Das Corona-Virus hat uns aber wie der Totalschnitt eines Pathologen oder Romanciers gezeigt, wozu wir fähig sind. Europa, dessen angeblich morbider Zustand immer wieder beschworen wird, hat nicht nur auf Urlaubsreisen, sondern vor allem auch und zum zweite Mal auf Weihnachten verzichtet. Die Häme ist weitgehend aus der Politik gewichen. Für eine so große Krise arbeitet Europa erstaunlich gut zusammen. Obwohl die Demonstrationen, die sich 2016 gegen die Flüchtlingspolitik, nun aber gegen die antipandemischen Maßnahmen der Regierungen richten, ärgerlich, schändlich und vor allem lächerlich sind, werden sie weitgehend geduldet. Schädlich dagegen sind sie nicht und auch sie werden Deutschland und Europa nicht abschaffen.  

Abschaffen – ein Wort übrigens, das wieder eine Art von großem Administrator unterstellt – müssen wir unsere Lebensweise der Verachtung, Vermüllung und Vernichtung der Natur. Es wird bald mehr Plastikteile als Fische in den Weltmeeren geben. Aber weil es eben keinen Großadministrator gibt, müssen wir es selber tun.

Wer es geschafft hat, dem Corona-Virus zu widerstehen, der sollte es auch mit Weihnachten aufnehmen können. Weihnachten ist vom Fest der Yesusgeburt zu einem Konsumterrortiefpunkt der Verschwendung geworden. Das Symbol der Menschwerdung – nicht Gottes, sondern der Menschen – in der Verehrung eines neugeborenen Kindes unter widrigsten Umständen, wurde schrittweise in ein konsumistisches Horrorszenario verwandelt. Ob zum Beispiel der Weihnachtsmann dabei eine Rückkehr heidnischer Gebräuche oder der Trottel des Konsums ist, bleibt gleichgültig. Der Ersatz einer einzelnen wunderwirkenden Kerze durch elektrische, automatisch gesteuerte Beleuchtungen ganzer Vergnügungsparks und zu Vergnügungsparks umgewidmeter Innenstädte, der Wettbewerb der Hausbesitzer der Vorstädte um die hellste und brutalst verschwenderische Beleuchtung, die vierwöchige Dauerbeschallung und damit inflationäre Opferung der Weihnachtslieder – das alles ist bedauernswert, aber nicht unumkehrbar. Weihnachtmann und Weihnachtsbaum sind so gesehen Merkmale des Untergangs, den wir verhindern können, indem wir sie wieder abschaffen. Vielleicht beginnt der als Neuerer gepriesene Papst in Rom mit der Abschaffung der infantilen Yesuspuppe. Es gibt genügend Babys, die auf einen Träger warten.

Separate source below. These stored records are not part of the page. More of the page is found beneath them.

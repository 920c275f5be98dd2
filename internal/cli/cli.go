// Package cli is spade's command-line plumbing that knows nothing of
// detecting: usage errors that say what a flag or a command wants, checks
// that an output never names an input, and one-line messages. The
// commands in cmd/spade wire flags to the library through it.
package cli

import (
	"context"
	"errors"
	"fmt"
	"maps"
	"math"
	"os"
	"path/filepath"
	"slices"
	"strconv"
	"strings"

	"github.com/spade-detect/spade/features"
	"github.com/spf13/cobra"
	"github.com/spf13/pflag"
)

// UsageError marks a mistake in the command line (exit code 2).
type UsageError struct{ Err error }

func (u UsageError) Error() string { return u.Err.Error() }
func (u UsageError) Unwrap() error { return u.Err }

// Usagef is a UsageError with a message.
func Usagef(format string, args ...any) error { return UsageError{fmt.Errorf(format, args...)} }

// FiniteFloatFlags refuses NaN and ±Inf in every float flag of every command
// at once: pflag parses "nan", and a NaN --phase-offset would turn every
// feature into NaN, a NaN threshold pass every comparison unnoticed.
func FiniteFloatFlags(cmd *cobra.Command) error {
	var bad error
	cmd.Flags().VisitAll(func(f *pflag.Flag) {
		if f.Value.Type() != "float64" || bad != nil {
			return
		}
		if v, err := strconv.ParseFloat(f.Value.String(), 64); err == nil && (math.IsNaN(v) || math.IsInf(v, 0)) {
			bad = Usagef("--%s must be a finite number, got %s", f.Name, f.Value.String())
		}
	})
	return bad
}

// ExplainArgs turns cobra's argument-count errors ("accepts 1 arg(s), received
// 0") into usage errors that say what the command takes and what it got.
func ExplainArgs(check cobra.PositionalArgs) cobra.PositionalArgs {
	if check == nil {
		return nil
	}
	return func(cmd *cobra.Command, args []string) error {
		if err := check(cmd, args); err != nil {
			got := "nothing"
			switch len(args) {
			case 0:
			case 1:
				got = fmt.Sprintf("%q", args[0])
			default:
				got = fmt.Sprintf("%d arguments (%s)", len(args), QuotedList(args))
			}
			_, takes, _ := strings.Cut(cmd.Use, " ")
			if takes == "" {
				return Usagef("%s takes no arguments; it was given %s", cmd.CommandPath(), got)
			}
			return Usagef("%s takes %s; it was given %s", cmd.CommandPath(), takes, got)
		}
		return nil
	}
}

// QuotedList writes strings as a person lists them: "a", "b" and "c".
func QuotedList(items []string) string {
	q := make([]string, len(items))
	for i, s := range items {
		q[i] = strconv.Quote(s)
	}
	return features.ListAnd(q)
}

// FlagError rewrites pflag's parse errors ("invalid argument "x" for
// "--trees" flag: strconv.ParseInt: parsing "x": invalid syntax") into what
// the flag wants, and suggests the nearest flag for an unknown one.
func FlagError(cmd *cobra.Command, err error) error { return UsageError{flagError(cmd, err)} }

func flagError(cmd *cobra.Command, err error) error {
	var invalid *pflag.InvalidValueError
	if errors.As(err, &invalid) {
		f := invalid.GetFlag()
		want := map[string]string{
			"int": "a whole number", "int64": "a whole number", "uint": "a whole number",
			"float64": "a number", "bool": "true or false", "duration": "a duration like 30s",
		}[f.Value.Type()]
		if want == "" {
			return err
		}
		return fmt.Errorf("--%s wants %s, got %q", f.Name, want, invalid.GetValue())
	}
	var missing *pflag.NotExistError
	if errors.As(err, &missing) {
		name := strings.TrimLeft(missing.GetSpecifiedName(), "-")
		best, bestD := "", 3
		cmd.Flags().VisitAll(func(f *pflag.Flag) {
			if d := features.EditDistance(name, f.Name); d < bestD && !f.Hidden {
				best, bestD = f.Name, d
			}
		})
		if best != "" && len(name) > 1 {
			return fmt.Errorf("%w (did you mean --%s?)", err, best)
		}
	}
	return err
}

// OneLine keeps an error message to its first line.
func OneLine(err error) string {
	s := err.Error()
	if i := strings.IndexByte(s, '\n'); i >= 0 {
		s = s[:i]
	}
	if errors.Is(err, context.Canceled) {
		return "interrupted; nothing was written"
	}
	return s
}

// CheckOutputs refuses, before any work, an output that names one of the
// inputs: the same file by device and inode when the output exists, or
// the same cleaned absolute path when it does not yet ("./digs.csv" and
// "dir/../digs.csv" are digs.csv). Nothing the user owns is overwritten.
// "-" and empty names are standard streams or unset, and never clash. Two
// outputs that name one file are refused too: one would overwrite the
// other.
func CheckOutputs(outputs map[string]string, inputs ...string) error {
	flags := slices.Sorted(maps.Keys(outputs))
	for i, a := range flags {
		for _, b := range flags[i+1:] {
			if sameFile(outputs[a], outputs[b]) {
				return Usagef("%s %s and %s %s name the same file: one would overwrite the other; choose another for one of them", a, outputs[a], b, outputs[b])
			}
		}
	}
	for flag, out := range outputs {
		if out == "" || out == "-" {
			continue
		}
		if err := writableFolder(flag, out); err != nil {
			return err
		}
		for _, in := range inputs {
			if sameFile(out, in) {
				return Usagef("%s %s names the input %s: it would be overwritten; choose another output file", flag, out, in)
			}
		}
	}
	return nil
}

// sameFile is whether a and b name one file: by device and inode when
// both exist, else by cleaned absolute path. "-" and "" name none.
func sameFile(a, b string) bool {
	if a == "" || a == "-" || b == "" || b == "-" {
		return false
	}
	ai, aerr := os.Stat(a)
	bi, berr := os.Stat(b)
	if aerr == nil && berr == nil {
		return os.SameFile(ai, bi)
	}
	aabs, err1 := filepath.Abs(a)
	babs, err2 := filepath.Abs(b)
	return err1 == nil && err2 == nil && aabs == babs
}

// writableFolder checks, before the work, that an output's folder exists
// and takes a new file: a read-only folder or a typo in the path is said at
// once, not after a whole training.
func writableFolder(flag, out string) error {
	dir := filepath.Dir(out)
	if fi, err := os.Stat(dir); err != nil || !fi.IsDir() {
		return Usagef("%s %s: the folder %s does not exist; create it or choose another path", flag, out, dir)
	}
	f, err := os.CreateTemp(dir, ".spade-check-*")
	if err != nil {
		return fmt.Errorf("%s %s: cannot write in the folder %s: %w", flag, out, dir, err)
	}
	name := f.Name()
	f.Close()
	os.Remove(name)
	return nil
}

// KeepOutput is an error after which the output written so far is kept.
type KeepOutput struct{ Err error }

func (k KeepOutput) Error() string { return k.Err.Error() }
func (k KeepOutput) Unwrap() error { return k.Err }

Gefeiert wird eigentlich die Geburt eines Kindes, von dem sich später herausstellt, dass es der Menschheit einige der besten Sätze und Lehren brachte, das aber mit den Mächtigen ebendieser Menschheit kollidierte und demzufolge ermordet wurde.

Daraus muss folgen, dass es niemals mehr Mächtige geben darf, denen die Lizenz zum Töten oder auch nur Einkerkern von Störern ihrer Macht gegeben wird. Wer sich eine solche Lizenz anmaßt, muss gehen. Auch Tränengas und Wasserwerfer sind keine Argumente. Erkennbar sind solche autoritären Politiker an ihrem clownesken Verhalten, das nicht ihrem Verstand, sondern ihrem Unverstand entspricht und von den wirklichen und ernsthaften Clowns zurecht und gekonnt nachgeäfft wird. Wir haben vor Jahr und Tag schon auf das merkwürdige, verkehrt herum wahrgenommene Verhältnis von Chaplin und Hitler, die im selben Monat desselben Jahrs geboren wurden, hingewiesen. Hitler, der als arbeits-, obdach- und sinnloser Asylheimbewohner sicher oft ins Kino gegangen ist, sah dort den Tramp, den Wanderarbeiter, der das Gute will, aber durch tausend Schwierigkeiten, die zum Weinen und zum Lachen sind, hindurch muss. Hitler kannte das, denn er wurde in Wien wegen seiner lächerlichen antisemitischen Reden von Bauarbeitern vom Baugerüst geworfen. Sein clowneskes Verhalten behielt er bis zu seinem würdelosen Abgang bei. Er ahmte Chaplin nach, ohne dessen Qualität auch nur erahnen zu können.

Daraus muss weiter folgen, dass wir noch viel mehr die Möglichkeit jeder Tötung ächten und verhindern. Es muss die Ächtung geächtet werden, nicht Menschen. Die Verherrlichung von Waffen und die Waffen selbst müssen geächtet werden, nicht Menschen. Der Staat mit seinen Polizisten und Soldaten sollte den Anfang machen. Einige Länder, in denen überwiegend die Vernunft regiert, wie zum Beispiel Deutschland, sollten die Waffenindustrie stilllegen und den Im- und Export von Waffen verbieten. Alle Institutionen, Sozietäten, Gruppen und Vereine sollten diesem Beispiel folgen. Im Vatikan, in dem es außer dem Papst auch einen Nuntius der Hölle zu geben scheint, sollte ebenfalls begonnen werden, das Böse zu tilgen: Geld, Gier, Geschwätz, Lüge und Machterhalt.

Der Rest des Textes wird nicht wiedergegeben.